Waiting For the Dawn
Ever since you left our town I feel there’s no one I can trust
I didn’t want you to leave, but I’ll try to let you go if I must
I wonder how it could’ve been for us; I could’ve been the one
I wanted to find out, but now it’s too late-you’re already gone
I wish I could’ve told you how I felt when I told you goodbye
But instead I watched from the window as you left, about to cry
And now every single time I close my eyes, you’re all that I can see
And when I look at your photo my heart stops and I can’t breathe
You could’ve worked it out, you could’ve stayed if you’d wanted too
Late at night I wonder if I could’ve stopped you if only I knew
Why did you have to leave? Why did you have to go?
I was hurting on the inside, but somehow I didn’t let it show
Why did you have to go? Why did you have to leave?

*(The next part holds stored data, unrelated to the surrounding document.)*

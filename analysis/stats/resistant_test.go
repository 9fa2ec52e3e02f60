package stats

import (
	"math"
	"math/rand/v2"
	"slices"
	"strings"
	"testing"

	"bivar/internal/reference"
)

// TestTheilSenScipy checks the exact Theil–Sen line against scipy.
//
// Independent implementation: scipy 1.10.1, scipy.stats.theilslopes(y, x,
// method="joint") (slope, intercept), on the Anscombe (1973) sets read from
// shared/reference/anscombe.csv and on extraWavy(20261201, 60); printed
// with repr.
func TestTheilSenScipy(t *testing.T) {
	t.Parallel()
	cases := []struct {
		name             string
		slope, intercept float64
	}{
		{"I", 0.5016666666666668, 2.9366666666666656},
		{"II", 0.5, 3.130000000000001},
		{"III", 0.3455555555555555, 4.004444444444445},
		{"IV", 0.5031818181818182, 2.9395454545454545},
		{"wavy", 0.1307700809523847, 4.578523846021385},
	}
	ans := reference.Anscombe(t)
	for _, tc := range cases {
		var x, y []float64
		if tc.name == "wavy" {
			x, y = extraWavy(20261201, 60)
		} else {
			x, y = ans[tc.name][0], ans[tc.name][1]
		}
		s, b, m := TheilSen(x, y, 0, nil)
		if !extraClose(s, tc.slope, 1e-12) || !extraClose(b, tc.intercept, 1e-12) {
			t.Errorf("TheilSen(%s) = %.17g, %.17g, want %.17g, %.17g", tc.name, s, b, tc.slope, tc.intercept)
		}
		if m != "theil-sen (exact)" {
			t.Errorf("TheilSen(%s) method %q", tc.name, m)
		}
	}
}

// TestTheilSen checks properties that hold for any data.
func TestTheilSen(t *testing.T) {
	t.Parallel()
	t.Run("resists-outliers", func(t *testing.T) {
		// Points on y = 1 + 2x with 10 of 60 moved far: more than half the
		// pairwise slopes are exactly 2 (50·49/2 of 1770), so the median is 2,
		// and the median of y − 2x is 1 (50 of 60 residuals are exactly 1).
		x := make([]float64, 60)
		y := make([]float64, 60)
		for i := range x {
			x[i] = float64(i)
			y[i] = 1 + 2*x[i]
			if i%6 == 0 {
				y[i] += 500
			}
		}
		s, b, _ := TheilSen(x, y, 0, nil)
		if s != 2 || b != 1 {
			t.Errorf("TheilSen(line with 10 outliers) = %v, %v, want 2, 1", s, b)
		}
	})
	t.Run("sampled", func(t *testing.T) {
		x, y := extraWavy(21, 1000)
		exact, _, m1 := TheilSen(x, y, 1000, nil)
		s, _, m := TheilSen(x, y, 300, rand.NewPCG(8, 9))
		if m1 != "theil-sen (exact)" {
			t.Errorf("n = maxExact: method %q, want exact", m1)
		}
		if !strings.Contains(m, "median of 44850 random pairs of 1000 points") {
			t.Errorf("sampled method %q", m)
		}
		// 44 850 sampled pairs: the sampled median's quantile among all
		// slopes has standard error 0.5/√M = 0.0024; check it within 0.02.
		var all []float64
		for i := range x {
			for j := i + 1; j < len(x); j++ {
				if x[j] != x[i] {
					all = append(all, (y[j]-y[i])/(x[j]-x[i]))
				}
			}
		}
		slices.Sort(all)
		lo := all[int(0.48*float64(len(all)))]
		hi := all[int(0.52*float64(len(all)))]
		if !(s >= lo && s <= hi) || !(exact >= lo && exact <= hi) {
			t.Errorf("sampled slope %v, exact %v, want both in the 48–52%% band [%v, %v]", s, exact, lo, hi)
		}
		s2, _, _ := TheilSen(x, y, 300, rand.NewPCG(8, 9))
		if s2 != s {
			t.Errorf("same seed, different slope: %v vs %v", s2, s)
		}
	})
	t.Run("edges", func(t *testing.T) {
		if s, b, _ := TheilSen([]float64{3, 3, 3}, []float64{1, 2, 3}, 0, nil); !math.IsNaN(s) || !math.IsNaN(b) {
			t.Errorf("TheilSen(constant x) = %v, %v, want NaN", s, b)
		}
		// One slope, (2−1)/(3−1) = 0.5; y − 0.5x = 0.5 and 0.5.
		if s, b, _ := TheilSen([]float64{1, 3}, []float64{1, 2}, 0, nil); s != 0.5 || b != 0.5 {
			t.Errorf("TheilSen(2 points) = %v, %v, want 0.5, 0.5", s, b)
		}
		if s, _, _ := TheilSen(nil, nil, 0, nil); !math.IsNaN(s) {
			t.Errorf("TheilSen(empty) = %v, want NaN", s)
		}
		// Sampled with all x equal: bounded redraws, then NaN.
		xc := make([]float64, 50)
		if s, _, _ := TheilSen(xc, xc, 5, nil); !math.IsNaN(s) {
			t.Errorf("TheilSen(constant x, sampled) = %v, want NaN", s)
		}
		if !extraPanics(func() { TheilSen([]float64{1, 2}, []float64{1}, 0, nil) }) {
			t.Error("TheilSen: no panic on length mismatch")
		}
	})
}

// plainSource hides a source's saved state, so TheilSen stores every
// sampled slope instead of streaming them.
type plainSource struct{ src rand.Source }

func (p plainSource) Uint64() uint64 { return p.src.Uint64() }

// TestTheilSenStreamed: the slope found while the sampled pairs stream past
// a bracket (a rewindable source) is the one found by storing them all and
// selecting (a source that cannot rewind), bit for bit; and where the draws
// run out before M slopes (x nearly constant), the source is rewound and
// the stored path gives the same line and count of pairs.
func TestTheilSenStreamed(t *testing.T) {
	t.Parallel()
	x, y := extraBenchXY(100_000)
	a := TheilSenFit(x, y, 0, rand.NewPCG(5, 6))
	b := TheilSenFit(x, y, 0, plainSource{rand.NewPCG(5, 6)})
	if a != b || a.Pairs != DefaultMaxExact*(DefaultMaxExact-1)/2 {
		t.Errorf("streamed %+v, stored %+v", a, b)
	}
	// Quantized values (a gauge reading to whole units): most slopes tie
	// at a few values, the median among them.
	qx, qy := make([]float64, len(x)), make([]float64, len(x))
	for i := range qx {
		qx[i], qy[i] = math.Floor(x[i]/4), math.Floor(y[i])
	}
	a = TheilSenFit(qx, qy, 0, rand.NewPCG(5, 6))
	b = TheilSenFit(qx, qy, 0, plainSource{rand.NewPCG(5, 6)})
	if a != b {
		t.Errorf("quantized: streamed %+v, stored %+v", a, b)
	}
	few := slices.Clone(x)
	for i := range few {
		if i%5000 != 0 {
			few[i] = 1 // 20 distinct values among 10⁵: most pairs tie in x
		}
	}
	a = TheilSenFit(few, y, 0, rand.NewPCG(5, 6))
	b = TheilSenFit(few, y, 0, plainSource{rand.NewPCG(5, 6)})
	if a != b || a.Pairs >= DefaultMaxExact*(DefaultMaxExact-1)/2 || a.Pairs == 0 {
		t.Errorf("draws run out: rewound %+v, stored %+v", a, b)
	}
}

// TestMedianInPlace checks the selection against sorting.
func TestMedianInPlace(t *testing.T) {
	t.Parallel()
	src := rand.NewPCG(3, 3)
	// Sizes from bracketMinN up take bracketMedian's path; "sample-fooled"
	// puts the smallest values exactly where its evenly spaced sample
	// looks, so that the bracket misses and the selection over all values
	// answers.
	for _, n := range []int{1, 2, 3, 16, 17, 100, 1001, 5000, bracketMinN, bracketMinN + 1, 200_001, 1 << 20} {
		for _, kind := range []string{"uniform", "few-values", "sorted", "reversed", "sample-fooled", "signed-zeros"} {
			a := make([]float64, n)
			for i := range a {
				switch kind {
				case "uniform":
					a[i] = extraUniform(src)
				case "few-values":
					a[i] = math.Floor(extraUniform(src) * 3)
				case "sorted":
					a[i] = float64(i)
				case "reversed":
					a[i] = float64(n - i)
				case "sample-fooled":
					a[i] = 1 + extraUniform(src)
				case "signed-zeros":
					a[i] = math.Copysign(0, extraUniform(src)-0.5)
				}
			}
			if kind == "few-values" && n >= bracketMinN {
				// A third of the values tie at the median: the bracket
				// closes on them and counts them instead of keeping them.
				if _, ok := bracketMedian(slices.Clone(a), nil, 0); !ok {
					t.Errorf("n=%d: values tied at the median made the bracket give up", n)
				}
			}
			if kind == "sample-fooled" && n >= bracketMinN {
				s := min(max(int(math.Cbrt(float64(n))*math.Cbrt(float64(n))), 4096), n/8)
				for t := range s {
					a[(2*t+1)*n/(2*s)] = -extraUniform(src)
				}
				if _, ok := bracketMedian(a, nil, 0); ok {
					t.Errorf("n=%d: the bracket of a sample of the smallest values claimed the median", n)
				}
			}
			s := slices.Clone(a)
			slices.Sort(s)
			want := s[n/2]
			if n%2 == 0 {
				want = s[n/2-1] + (s[n/2]-s[n/2-1])/2
			}
			if n >= bracketMinN && kind == "uniform" {
				// The residual form a − b·c, as Theil–Sen's intercept takes it.
				c := make([]float64, n)
				r := make([]float64, n)
				for i := range c {
					c[i] = extraUniform(src)
					r[i] = a[i] - 0.7*c[i]
				}
				slices.Sort(r)
				wantR := r[n/2]
				if n%2 == 0 {
					wantR = r[n/2-1] + (r[n/2]-r[n/2-1])/2
				}
				if got, ok := bracketMedian(a, c, 0.7); !ok || got != wantR {
					t.Errorf("median of a − 0.7c (n=%d) = %v (%v), want %v", n, got, ok, wantR)
				}
			}
			if got := medianInPlace(a); got != want || math.Signbit(got) {
				t.Errorf("median(%s, n=%d) = %v, want %v (a zero as +0)", kind, n, got, want)
			}
		}
	}
}

func benchmarkTheilSen(b *testing.B, n int) {
	x, y := extraBenchXY(n)
	b.ReportAllocs()
	b.ResetTimer()
	for b.Loop() {
		TheilSen(x, y, 0, rand.NewPCG(1, 2))
	}
}

func BenchmarkTheilSen1e3(b *testing.B) { benchmarkTheilSen(b, 1e3) }
func BenchmarkTheilSen1e5(b *testing.B) { benchmarkTheilSen(b, 1e5) }
func BenchmarkTheilSen1e6(b *testing.B) { benchmarkTheilSen(b, 1e6) }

Would you have stayed if I had begged with a ‘please’
You never were the type to stay somewhere for too long
And until we meet again this is gonna be your never ending song
I still don’t know if I can ever heal from a heartbreak just like this
Because for me just being near you everyday was pure bliss
You’re just like the others in my life, you come and then you’re gone
Every night I go to bed with tears for you, just waiting for the dawn
I should’ve told you I loved you from the very first day we met
But when I tried to tell you it was like my words got caught in a net
I never will forget your face, it’s in my heart, it can’t be erased
Everything reminds me of you, no matter where I go, every single place
I never will forget the special way you looked at me that one day
But I was so shy, I couldn’t even form the words to say, ‘Hey’

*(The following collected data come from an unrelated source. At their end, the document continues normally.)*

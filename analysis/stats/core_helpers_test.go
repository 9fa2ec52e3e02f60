package stats

// Helpers shared by the tests of the core statistics (describe,
// correlation, lsq, influence). Names carry a "core" prefix so that they
// cannot collide with helpers of other test files in this package.

import (
	"encoding/csv"
	"math"
	"os"
	"path/filepath"
	"strconv"
	"testing"
)

// coreRefDir returns the shared reference folder (…/shared/reference),
// found by walking up from the test's directory; it skips the test when the
// folder is absent.
func coreRefDir(t testing.TB) string {
	t.Helper()
	dir, err := os.Getwd()
	if err != nil {
		t.Fatal(err)
	}
	for {
		p := filepath.Join(dir, "shared", "reference")
		if fi, err := os.Stat(p); err == nil && fi.IsDir() {
			return p
		}
		parent := filepath.Dir(dir)
		if parent == dir {
			t.Skip("reference data folder shared/reference not found above the test directory (expected ../../../shared/reference)")
		}
		dir = parent
	}
}

// coreAnscombe reads Anscombe (1973) from shared/reference/anscombe.csv
// (columns set, x, y) in place and returns the four sets by name.
func coreAnscombe(t testing.TB) map[string][2][]float64 {
	t.Helper()
	f, err := os.Open(filepath.Join(coreRefDir(t), "anscombe.csv"))
	if err != nil {
		t.Fatal(err)
	}
	defer f.Close()
	recs, err := csv.NewReader(f).ReadAll()
	if err != nil {
		t.Fatal(err)
	}
	sets := map[string][2][]float64{}
	for i, r := range recs[1:] {
		x, err1 := strconv.ParseFloat(r[1], 64)
		y, err2 := strconv.ParseFloat(r[2], 64)
		if err1 != nil || err2 != nil {
			t.Fatalf("anscombe.csv line %d: %v %v", i+2, err1, err2)
		}
		s := sets[r[0]]
		s[0], s[1] = append(s[0], x), append(s[1], y)
		sets[r[0]] = s
	}
	if len(sets) != 4 {
		t.Fatalf("anscombe.csv: %d sets, want 4", len(sets))
	}
	return sets
}

// coreClose reports whether got is within tol of want, relatively when
// |want| > 1 and absolutely otherwise; NaN matches only NaN.
func coreClose(got, want, tol float64) bool {
	if math.IsNaN(want) || math.IsNaN(got) {
		return math.IsNaN(want) && math.IsNaN(got)
	}
	if math.IsInf(want, 0) {
		return got == want
	}
	return math.Abs(got-want) <= tol*math.Max(1, math.Abs(want))
}

// corePanics reports whether f panics.
func corePanics(f func()) (panicked bool) {
	defer func() {
		if recover() != nil {
			panicked = true
		}
	}()
	f()
	return false
}

// coreWithout returns x without element i.
func coreWithout(x []float64, i int) []float64 {
	out := make([]float64, 0, len(x)-1)
	out = append(out, x[:i]...)
	return append(out, x[i+1:]...)
}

I hope one day that I’ll cross your mind and you’ll look back and smile
While you reminisce of me and all the good time we had for a while
I really hope you don’t forget to remember me and all the fun we had
And if you ever felt the same way about me, please don’t be sad
Even if I go for an eternity without seeing your face again
My love for you is never gonna die, it’s never gonna end
Sometimes I can’t help but wonder: will I ever see you again?
Will you come back to me one day, or is this really the end?